An unpublished work by Georges Perec on the capital appears forty years after his death


The digital editions of Le Seuil publish for free on Friday Premisesa collection of 133 texts in which the French author explores Paris over six years, between descriptions and memories.

Imposing volume that this work of the author of Disappearancepublished by Le Seuil: 612 pages, around a hundred color illustrations, 1.3 kg. Premises is, however, unfinished. The ambitious project consisted of describing 24 places in his hometown, Paris, twice a month, for 12 years. That is 288 texts at the end. Half of them are based on on-the-spot observations (“real”), the other half written from memory, drawing on past events (“memory”).

“I think that we will see there all at once the aging of places, the aging of my writing, the aging of my memories”, explained Perec in a letter to his publisher, Maurice Nadeau. The writer starts in January 1969, expecting to finish in December 1980. He stays there until September 1975, which gives 133 texts, never published.

To read Premises, no need to pay 29 euros in bookstores: the Seuil makes it available online for free and in full. For example, by clicking on text 82, Jussieu, real 4, we discover that Perec came on May 30, 1972 to a cafe near the Faculty of Science. He describes ” spray-paint inscriptions which have been made illegible not by scraping them off or blackening them but by destroying the intelligibility of each sign”. They are, he thinks, slogans painted on the walls after the death of the Maoist militant Pierre Overney, three months before.

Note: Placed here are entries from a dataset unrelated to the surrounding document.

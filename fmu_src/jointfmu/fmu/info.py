"""``jointfmu info``: what a built FMU holds (identity, parameter set, modes, variables, binary,
host needs), read from its archive without loading it."""
from __future__ import annotations

import json
import os
import tempfile
import zipfile
from pathlib import Path
from typing import Mapping
from xml.etree import ElementTree as ET

from ..errors import InputError
from ..params import (ParameterSet, load_parameter_set)
from .slave import BUILD_INFO_FILE, PARAMETER_FILE

__all__ = [
    "read_fmu_info",
    "format_fmu_info",
    "do_step_path",
]

# ---------------------------------------------------------------------------------- info
def read_fmu_info(fmu_path: str | os.PathLike) -> dict:
    """Identity, modes, interface and host requirements of a jointfmu FMU.

    Returns
    -------
    dict
        Keys ``path``, ``set_id``, ``content_hash``, ``model_identifier``, ``build_info``
        (the bundled jointfmu_build.json), ``params`` (:class:`ParameterSet`), ``variables``
        (list of dicts name, causality, unit, description, start), ``requirements`` (list of
        str), ``default_experiment`` (dict).

    Raises
    ------
    InputError
        When the file is not an FMU built by jointfmu.
    """
    path = Path(fmu_path)
    try:
        with zipfile.ZipFile(path) as z:
            names = set(z.namelist())
            md = ET.fromstring(z.read("modelDescription.xml"))
            for need in (f"resources/{PARAMETER_FILE}", f"resources/{BUILD_INFO_FILE}"):
                if need not in names:
                    raise InputError(f"{str(path)!r} is an FMU but not one built by jointfmu "
                                     f"(no {need})")
            info = json.loads(z.read(f"resources/{BUILD_INFO_FILE}"))
            toml_text = z.read(f"resources/{PARAMETER_FILE}")
            req = z.read("resources/requirements.txt").decode() \
                if "resources/requirements.txt" in names else ""
    except (OSError, zipfile.BadZipFile, KeyError, ET.ParseError) as exc:
        raise InputError(f"{str(path)!r} is not a readable FMU: {exc}") from exc
    with tempfile.TemporaryDirectory(prefix="jointfmu_info_") as d:
        p = Path(d) / PARAMETER_FILE
        p.write_bytes(toml_text)
        params = load_parameter_set(p)
    variables = []
    for sv in md.iter("ScalarVariable"):
        real = sv.find("Real")
        variables.append({
            "name": sv.get("name"), "causality": sv.get("causality"),
            "unit": real.get("unit") if real is not None else None,
            "start": real.get("start") if real is not None else None,
            "description": sv.get("description", ""),
        })
    de = md.find("DefaultExperiment")
    return {
        "path": path,
        "set_id": info.get("set_id", params.set_id),
        "content_hash": info.get("content_hash"),
        "hash_ok": info.get("content_hash") == params.content_hash(),
        "model_identifier": info.get("model_identifier"),
        "build_info": info,
        "params": params,
        "variables": variables,
        "requirements": [ln.strip() for ln in req.splitlines()
                         if ln.strip() and not ln.lstrip().startswith("#")],
        "default_experiment": dict(de.attrib) if de is not None else {},
    }


def format_fmu_info(info: Mapping) -> str:
    """Human-readable text of :func:`read_fmu_info`."""
    p: ParameterSet = info["params"]
    lines = [
        f"FMU:               {info['path']}",
        f"parameter set:     {info['set_id']}",
        f"content hash:      sha256 {info['content_hash']}"
        + ("" if info["hash_ok"] else "  (DOES NOT MATCH the bundled parameters)"),
        f"model identifier:  {info['model_identifier']}",
        f"built with:        jointfmu {info['build_info'].get('jointfmu_version')}, "
        f"PythonFMU {info['build_info'].get('pythonfmu_version')}",
    ]
    if p.description:
        lines.append(f"description:       {p.description}")
    if info.get("values_from"):
        lines.append(f"mode values:       from {info['values_from']} (applied as start values "
                     "in place of the FMU's own)")
    lines.append(f"modes ({p.n_modes}):")
    lines.append(f"  {'#':>2} {'label':<12} {'f0 [Hz]':>12} {'zeta':>10} {'Fs [N/kg^0.5]':>14} "
                 f"{'Kt [1/s2]':>12} {'chi':>8} {'beta':>8}")
    for i, m in enumerate(p.modes, 1):
        j = m.joint
        lines.append(f"  {i:>2} {m.label:<12} {m.f0:>12.6g} {m.zeta:>10.4g} {j.Fs:>14.6g} "
                     f"{j.Kt:>12.6g} {j.chi:>8.4g} {j.beta:>8.4g}")

    def block(title, causality):
        vs = [v for v in info["variables"] if v["causality"] == causality]
        lines.append(f"{title} ({len(vs)}):")
        width = max((len(v["name"]) for v in vs), default=0)
        for v in vs:
            lines.append(f"  {v['name']:<{width}}  [{v['unit']}]  {v['description']}")

    block("parameters", "parameter")
    block("inputs", "input")
    block("outputs", "output")
    de = info["default_experiment"]
    if de:
        lines.append("default experiment: " + ", ".join(f"{k}={v}" for k, v in de.items()))
    bi = info["build_info"]
    b = bi.get("binary") or {"kind": "pythonfmu", "reason": "built before jointfmu had its own"}
    if b.get("kind") == "native":
        lines.append(f"FMU binary:        jointfmu's native FMI shell for {b.get('platform')} "
                     "(get/set of inputs and outputs, and doStep, without Python); pythonfmu's elsewhere")
    else:
        lines.append(f"FMU binary:        pythonfmu's ({b.get('reason') or 'no reason recorded'})")
    lines.append(f"doStep:            {do_step_path(bi)}")
    lines.append("host requirements: the process must run CPython or load libpython (the FMU "
                 "binary links to no libpython and starts the interpreter if the host has not; "
                 "fmpy and other Python hosts qualify; built "
                 f"with Python {bi.get('built_with_python', '?')}), with "
                 + ", ".join(info["requirements"])
                 + (f"; optional: {', '.join(bi['host_optional'])}" if bi.get("host_optional")
                    else ""))
    return "\n".join(lines)




def do_step_path(build_info: Mapping, environ: Mapping | None = None) -> str:
    """Which way the FMU's doStep runs, from its build info, and on a host like this one.

    With jointfmu's native binary (built with the compiled step) doStep runs in the compiled
    joint kernel without Python where the host's Python has Numba; through Python otherwise
    (pythonfmu's binary, the plain-Python kernel, older builds), with the same results.
    ``environ`` (default ``os.environ``) is read for ``JOINTFMU_KERNEL`` and ``JOINTFMU_DOSTEP``;
    nothing is imported.
    """
    import importlib.metadata
    import importlib.util
    import sys

    from .native import platform_folder

    environ = os.environ if environ is None else environ
    b = build_info.get("binary") or {}
    if b.get("kind") != "native":
        return ("through Python at every step (pythonfmu's binary), which calls the compiled "
                "joint kernel where the host's Python has Numba")
    if b.get("do_step") != "compiled":
        return ("through Python at every step (a native binary from before doStep ran "
                "compiled: rebuild the FMU to have it)")
    plat = b.get("platform")
    text = (f"in compiled code, without Python, on {plat} hosts whose Python has Numba (after "
            "the first step of each step size); through Python otherwise, same results")
    built = str(build_info.get("built_with_python", "")).split(".")[:2]
    if platform_folder() != plat:
        here = f"this machine uses pythonfmu's binary (not {plat}): through Python"
    elif built and built != [str(x) for x in sys.version_info[:2]]:
        here = (f"this Python is {sys.version_info[0]}.{sys.version_info[1]}, and the native "
                f"binary refuses a host on any Python but {'.'.join(built)}")
    elif environ.get("JOINTFMU_KERNEL", "").strip().lower() == "python":
        here = "JOINTFMU_KERNEL=python is set: through Python"
    elif environ.get("JOINTFMU_DOSTEP", "").strip().lower() == "python":
        here = "JOINTFMU_DOSTEP=python is set: through Python"
    elif importlib.util.find_spec("numba") is None:
        here = "Numba is not installed: through Python"
    else:
        here = f"Numba {importlib.metadata.version('numba')} is installed: compiled"
    return f"{text}. Here: {here}"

But other entry points are possible. For example, if the reader uses the index, he will be able to discover the letter K, as “Kronenbourg beers”text 25 which talks about the Place d’Italie in January 1970. Perec transcribed an advertisement: “I love my wife – She buys the – Kronenbourg – by 6”. The reader will also be able to immerse himself in the maps of the neighborhoods described: by going to Junot, the name of an avenue on the hillsides of the Montmartre hill, the reader chooses, for example, text 107. The author takes us into “the Chavranskis’ apartment”inhabited by a man who read novels shortly after their publication (press services sold to second-hand booksellers)» and his wife who “made good pastries”. One more click and we learn that Perec writes tapestries, “probably by mistake”.

Transcribing and ordering all of these sometimes fragile fragments took four years. George Perec “wrote in a wide variety of media: sometimes very well, other times it was difficult to decipher, with abbreviations”explains to theAFP the project coordinator, the writer’s second cousin and heir, Sylvia Richardson. The choice of free is commercially risky, she admits. “The idea is to open Georges up to many more readers than with a paying site. Le Seuil was convinced. I am grateful to them for making this bet., adds this mathematician. Where to start your navigation in Premises? According to Sylvia Richardson, “It’s really personal. I recommend starting with a place where you have your own memories. I would like people to use it to let their own imaginations run wild.”.

Georges Perec died at age 45 in March 1982 of lung cancer. And in text 15, in August 1969, he admits that he does not know in which arrondissement the street of his childhood is located, in Belleville: “I don’t even know if rue Vilin is in the 19th or in the 20th”. But he keeps coming back to it. The final text, six years later, raises an inscription which he reads there: “work = torture”.